====== RAW DATA ======

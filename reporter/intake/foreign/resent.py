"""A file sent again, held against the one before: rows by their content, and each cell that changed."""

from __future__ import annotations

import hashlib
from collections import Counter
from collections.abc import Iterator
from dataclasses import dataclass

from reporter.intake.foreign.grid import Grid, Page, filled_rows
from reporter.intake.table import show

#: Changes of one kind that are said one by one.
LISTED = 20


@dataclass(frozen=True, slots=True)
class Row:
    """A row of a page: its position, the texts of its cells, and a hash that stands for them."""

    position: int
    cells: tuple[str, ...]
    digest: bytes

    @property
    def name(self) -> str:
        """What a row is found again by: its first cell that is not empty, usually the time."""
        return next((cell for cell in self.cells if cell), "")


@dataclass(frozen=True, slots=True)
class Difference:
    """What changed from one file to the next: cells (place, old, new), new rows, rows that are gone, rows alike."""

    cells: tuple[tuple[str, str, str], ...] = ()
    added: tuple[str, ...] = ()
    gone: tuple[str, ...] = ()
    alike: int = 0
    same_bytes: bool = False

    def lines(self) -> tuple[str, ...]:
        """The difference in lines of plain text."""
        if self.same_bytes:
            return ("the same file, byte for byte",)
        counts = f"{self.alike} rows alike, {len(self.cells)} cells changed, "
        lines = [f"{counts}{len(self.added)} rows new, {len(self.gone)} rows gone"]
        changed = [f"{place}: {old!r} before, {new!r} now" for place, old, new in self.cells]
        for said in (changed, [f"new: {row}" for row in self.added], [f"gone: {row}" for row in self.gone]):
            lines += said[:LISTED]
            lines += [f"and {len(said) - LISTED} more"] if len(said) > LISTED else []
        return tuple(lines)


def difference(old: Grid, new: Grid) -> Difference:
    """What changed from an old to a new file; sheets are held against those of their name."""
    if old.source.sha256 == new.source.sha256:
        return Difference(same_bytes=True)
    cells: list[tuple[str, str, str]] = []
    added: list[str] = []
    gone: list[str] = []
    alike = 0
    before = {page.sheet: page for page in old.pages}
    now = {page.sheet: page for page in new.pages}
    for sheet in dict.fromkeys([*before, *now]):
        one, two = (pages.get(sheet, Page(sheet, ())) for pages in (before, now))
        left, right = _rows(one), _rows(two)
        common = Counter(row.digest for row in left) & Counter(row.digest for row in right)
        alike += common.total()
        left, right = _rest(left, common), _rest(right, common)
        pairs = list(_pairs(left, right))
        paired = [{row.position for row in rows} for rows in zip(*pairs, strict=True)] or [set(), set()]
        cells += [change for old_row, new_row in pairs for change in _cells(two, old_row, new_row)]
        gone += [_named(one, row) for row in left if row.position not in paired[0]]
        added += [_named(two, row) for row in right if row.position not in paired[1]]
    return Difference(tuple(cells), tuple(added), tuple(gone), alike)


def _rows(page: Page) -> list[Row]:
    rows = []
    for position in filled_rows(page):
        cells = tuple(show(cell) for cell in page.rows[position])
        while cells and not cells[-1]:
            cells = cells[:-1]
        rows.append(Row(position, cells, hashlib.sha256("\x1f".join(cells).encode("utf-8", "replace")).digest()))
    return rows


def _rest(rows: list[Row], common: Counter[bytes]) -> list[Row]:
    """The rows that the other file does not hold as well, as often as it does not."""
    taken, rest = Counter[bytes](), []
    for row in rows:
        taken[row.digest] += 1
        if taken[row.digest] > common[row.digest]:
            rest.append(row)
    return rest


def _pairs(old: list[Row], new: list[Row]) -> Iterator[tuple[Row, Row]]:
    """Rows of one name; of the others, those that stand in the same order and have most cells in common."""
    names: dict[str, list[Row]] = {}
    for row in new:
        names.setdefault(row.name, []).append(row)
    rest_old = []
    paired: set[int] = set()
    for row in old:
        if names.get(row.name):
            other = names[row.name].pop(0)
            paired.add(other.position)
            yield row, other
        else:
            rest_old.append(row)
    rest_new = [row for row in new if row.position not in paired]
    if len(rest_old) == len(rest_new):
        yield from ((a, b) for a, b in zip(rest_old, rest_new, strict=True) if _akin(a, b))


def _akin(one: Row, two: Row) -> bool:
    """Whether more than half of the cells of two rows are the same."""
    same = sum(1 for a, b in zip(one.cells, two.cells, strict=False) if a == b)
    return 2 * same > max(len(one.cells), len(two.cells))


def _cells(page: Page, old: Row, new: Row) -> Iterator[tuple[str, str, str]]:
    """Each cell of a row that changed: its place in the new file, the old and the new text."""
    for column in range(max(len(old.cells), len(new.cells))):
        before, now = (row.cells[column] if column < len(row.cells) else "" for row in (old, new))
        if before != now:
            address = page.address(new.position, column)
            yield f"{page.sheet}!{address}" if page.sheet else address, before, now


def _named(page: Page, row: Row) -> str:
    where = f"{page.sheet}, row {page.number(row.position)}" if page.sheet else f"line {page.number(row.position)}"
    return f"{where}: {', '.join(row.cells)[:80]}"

======
====== RAW DATA ======

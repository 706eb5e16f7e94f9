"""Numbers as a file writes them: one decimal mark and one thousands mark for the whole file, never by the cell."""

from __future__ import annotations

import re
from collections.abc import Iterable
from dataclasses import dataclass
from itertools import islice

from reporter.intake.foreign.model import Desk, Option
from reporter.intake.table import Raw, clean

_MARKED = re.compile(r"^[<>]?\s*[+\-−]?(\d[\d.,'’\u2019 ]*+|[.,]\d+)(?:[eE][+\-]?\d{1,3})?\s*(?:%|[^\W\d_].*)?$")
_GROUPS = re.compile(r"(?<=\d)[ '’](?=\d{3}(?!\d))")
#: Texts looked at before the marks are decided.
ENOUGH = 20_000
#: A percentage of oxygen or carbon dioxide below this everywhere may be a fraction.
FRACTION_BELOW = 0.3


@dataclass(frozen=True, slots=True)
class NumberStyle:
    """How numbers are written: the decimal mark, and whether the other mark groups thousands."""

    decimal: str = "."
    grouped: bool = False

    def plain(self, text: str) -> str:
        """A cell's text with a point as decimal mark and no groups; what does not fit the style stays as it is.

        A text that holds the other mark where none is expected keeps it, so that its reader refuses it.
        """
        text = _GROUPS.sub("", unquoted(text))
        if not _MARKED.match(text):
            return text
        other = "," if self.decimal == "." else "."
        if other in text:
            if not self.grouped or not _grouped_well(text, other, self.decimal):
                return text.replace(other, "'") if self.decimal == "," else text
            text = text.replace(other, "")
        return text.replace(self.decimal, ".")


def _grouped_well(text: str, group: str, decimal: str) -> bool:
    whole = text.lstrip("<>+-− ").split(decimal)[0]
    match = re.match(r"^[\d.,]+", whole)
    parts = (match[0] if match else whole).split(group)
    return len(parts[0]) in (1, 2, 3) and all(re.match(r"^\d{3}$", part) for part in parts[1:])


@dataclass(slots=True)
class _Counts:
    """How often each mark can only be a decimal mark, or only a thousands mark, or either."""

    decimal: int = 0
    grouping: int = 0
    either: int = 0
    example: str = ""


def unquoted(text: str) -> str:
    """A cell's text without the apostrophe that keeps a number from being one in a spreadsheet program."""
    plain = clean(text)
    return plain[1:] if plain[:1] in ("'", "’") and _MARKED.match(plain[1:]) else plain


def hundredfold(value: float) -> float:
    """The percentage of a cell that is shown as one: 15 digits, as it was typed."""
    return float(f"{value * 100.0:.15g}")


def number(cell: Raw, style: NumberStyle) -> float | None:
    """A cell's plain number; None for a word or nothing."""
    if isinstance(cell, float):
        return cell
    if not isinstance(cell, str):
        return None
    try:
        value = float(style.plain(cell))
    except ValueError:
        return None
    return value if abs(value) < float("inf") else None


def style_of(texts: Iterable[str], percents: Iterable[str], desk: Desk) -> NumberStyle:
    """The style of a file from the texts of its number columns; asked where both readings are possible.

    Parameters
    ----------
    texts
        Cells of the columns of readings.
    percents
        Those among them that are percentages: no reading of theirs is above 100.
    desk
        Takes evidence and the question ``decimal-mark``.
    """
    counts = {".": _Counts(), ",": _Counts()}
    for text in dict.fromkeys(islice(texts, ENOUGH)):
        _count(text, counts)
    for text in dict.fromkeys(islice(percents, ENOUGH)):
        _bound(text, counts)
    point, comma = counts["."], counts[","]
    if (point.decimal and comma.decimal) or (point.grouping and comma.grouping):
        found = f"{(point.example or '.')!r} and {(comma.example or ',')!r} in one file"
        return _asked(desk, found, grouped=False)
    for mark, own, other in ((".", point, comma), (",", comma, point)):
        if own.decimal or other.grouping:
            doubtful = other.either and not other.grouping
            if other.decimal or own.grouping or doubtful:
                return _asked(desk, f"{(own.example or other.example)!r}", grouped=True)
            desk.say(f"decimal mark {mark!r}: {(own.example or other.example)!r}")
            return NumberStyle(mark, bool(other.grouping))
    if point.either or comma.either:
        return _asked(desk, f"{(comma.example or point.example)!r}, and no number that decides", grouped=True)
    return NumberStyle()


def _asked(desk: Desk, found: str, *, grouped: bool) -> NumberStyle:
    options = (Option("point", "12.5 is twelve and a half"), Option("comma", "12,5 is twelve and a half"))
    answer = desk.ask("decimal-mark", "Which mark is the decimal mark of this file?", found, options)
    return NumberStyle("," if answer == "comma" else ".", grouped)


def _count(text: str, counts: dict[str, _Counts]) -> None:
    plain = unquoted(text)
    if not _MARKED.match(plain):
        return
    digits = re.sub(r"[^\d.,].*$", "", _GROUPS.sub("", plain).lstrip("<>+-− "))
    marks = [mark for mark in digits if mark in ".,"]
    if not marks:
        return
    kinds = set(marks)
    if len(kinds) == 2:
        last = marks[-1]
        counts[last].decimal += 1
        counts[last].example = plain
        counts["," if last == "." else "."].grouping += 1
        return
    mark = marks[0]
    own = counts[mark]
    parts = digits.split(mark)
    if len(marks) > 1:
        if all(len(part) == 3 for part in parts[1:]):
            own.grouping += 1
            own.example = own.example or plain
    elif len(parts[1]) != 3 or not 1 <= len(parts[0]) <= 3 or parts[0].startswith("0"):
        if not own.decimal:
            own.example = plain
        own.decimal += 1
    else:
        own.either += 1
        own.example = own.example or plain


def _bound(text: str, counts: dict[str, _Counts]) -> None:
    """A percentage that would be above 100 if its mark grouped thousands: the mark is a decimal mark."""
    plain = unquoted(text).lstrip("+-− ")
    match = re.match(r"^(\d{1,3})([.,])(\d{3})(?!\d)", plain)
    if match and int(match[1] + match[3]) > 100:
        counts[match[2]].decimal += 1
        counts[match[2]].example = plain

======

*AIM OF THE TASK:* Restate word for word the entries above, starting at the line with "filename reporter/intake/foreign/resent.py" and ending at the line with "def name(self) ->", inclusive, and no others.

*EXPECTED OUTPUT:*
filename reporter/intake/foreign/resent.py
"""A file sent again, held against the one before: rows by their content, and each cell that changed."""

from __future__ import annotations

import hashlib
from collections import Counter
from collections.abc import Iterator
from dataclasses import dataclass

from reporter.intake.foreign.grid import Grid, Page, filled_rows
from reporter.intake.table import show

#: Changes of one kind that are said one by one.
LISTED = 20


@dataclass(frozen=True, slots=True)
class Row:
    """A row of a page: its position, the texts of its cells, and a hash that stands for them."""

    position: int
    cells: tuple[str, ...]
    digest: bytes

    @property
    def name(self) -> str:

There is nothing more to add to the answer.